长孙皇后笑了,道:“那你继续说,我通通赦你无罪”
郭善总算知道自己的话没有说错,于是他果然放开胆子说了:“科举的好处先前臣已经说了,那么臣斗胆说一说实施科举的艰难之处。”
长孙皇后一愣:“看你的样子,你倒是真想说别人不敢说的话?也罢,我许你说。”
郭善此刻不敢喝茶,也不敢故意卖关子,便坐直了身子道:“臣以为科举之利利在千秋,不仅杜绝了望族把持朝政,也让天下百姓真正感受到天恩。臣认为朝廷开科举,志在将天下能人收入朝廷为国出力,臣很赞成朝廷的举措却不认为效果有多么好。”

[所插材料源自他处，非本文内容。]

"""The one progress bar: on stderr (stdout stays clean for JSON, CSV and TOML), made with rich:
what is worked on, the bar, the count done, the time taken, an estimate of the time left and the
name of the last item done. It appears only once `begin()` is called (so that rich's imports, some
20 ms, delay no work, and a run with nothing to do shows none) and goes when the work is done,
unless asked to stay (`transient=False`); a bar that goes is not made at all where nobody sees it
(stderr a file or a pipe).
"""

from __future__ import annotations

from typing import Any


class ProgressBar:
    """A context giving the progress bar, when `shown`: `begin()` shows it, `advance(label)` counts one
    item done; `report(done, total, label)` sets the count and shows the bar while work is left (a
    progress callback of sizer.api)."""

    def __init__(self, description: str, total: int | None = None, shown: bool = True, transient: bool = True) -> None:
        self.description, self.total, self.shown, self.transient = description, total, shown, transient
        self.done = 0
        self.bar: Any = None
        self.task: Any = None

    def __enter__(self) -> "ProgressBar":
        return self

    def __exit__(self, *exc: Any) -> None:
        if self.bar is not None:
            self.bar.stop()

    def begin(self) -> None:
        """Show the bar (once). A bar that goes when done draws nothing where stderr is neither a
        terminal nor a notebook (rich writes a live display only there): then none is made."""
        if self.shown and self.bar is None:
            from sizer.printable import safe_console

            console = safe_console(stderr=True)
            if self.transient and not (console.is_terminal or console.is_jupyter):
                self.shown = False
                return
            from rich.progress import BarColumn, MofNCompleteColumn, Progress, TextColumn, TimeElapsedColumn, TimeRemainingColumn

            self.bar = Progress(TextColumn(self.description), BarColumn(), MofNCompleteColumn(), TimeElapsedColumn(),
                                TextColumn("left"), TimeRemainingColumn(), TextColumn("{task.fields[label]}", markup=False),
                                console=console, transient=self.transient)
            self.bar.start()
            self.task = self.bar.add_task(self.description, total=self.total, completed=self.done, label="")

    def advance(self, label: str = "") -> None:
        """One more item done (`label` names it); shown only once begun."""
        self.done += 1
        if self.bar is not None:
            self.bar.update(self.task, completed=self.done, label=label)

    def report(self, done: int, total: int | None, label: str = "") -> None:
        """`done` of `total` items done, the last named `label`; the bar is shown at the first report
        that leaves work to do."""
        self.done, self.total = done, total
        if self.bar is None and total is not None and done < total:
            self.begin()
        if self.bar is not None:
            self.bar.update(self.task, completed=done, total=total, label=label)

他又道:“自古来做臣子的喜欢拉帮结伙任人唯亲,此为第一个违背了开科原意的恶因。天下纷乱,人间太平不过数年,朝廷还未完全得到天下人的认同和了解此为其二。多少年来,寒门子弟无钱读书,更不提他们考取功名入朝为官,此为其三。按照规矩,学子无论身处何地都须进京赶考,那些离京较近的人或有机会,但距离长安遥远的考生非得及早出行。一来路上行程未免耽搁,二来光是路上所需的车马住食费用就不是一笔小数目。为这盘缠所累而不能进京,此为其四。再有其五,即也是极重要的一点。按照往年的规矩,考生所交试卷没有糊名,使试官便于作弊。科举要行成一个制度,要完善这个制度自然不是一朝一夕之事,臣无法想出更多,暂时性也只想到了这许多,请娘娘斧正。”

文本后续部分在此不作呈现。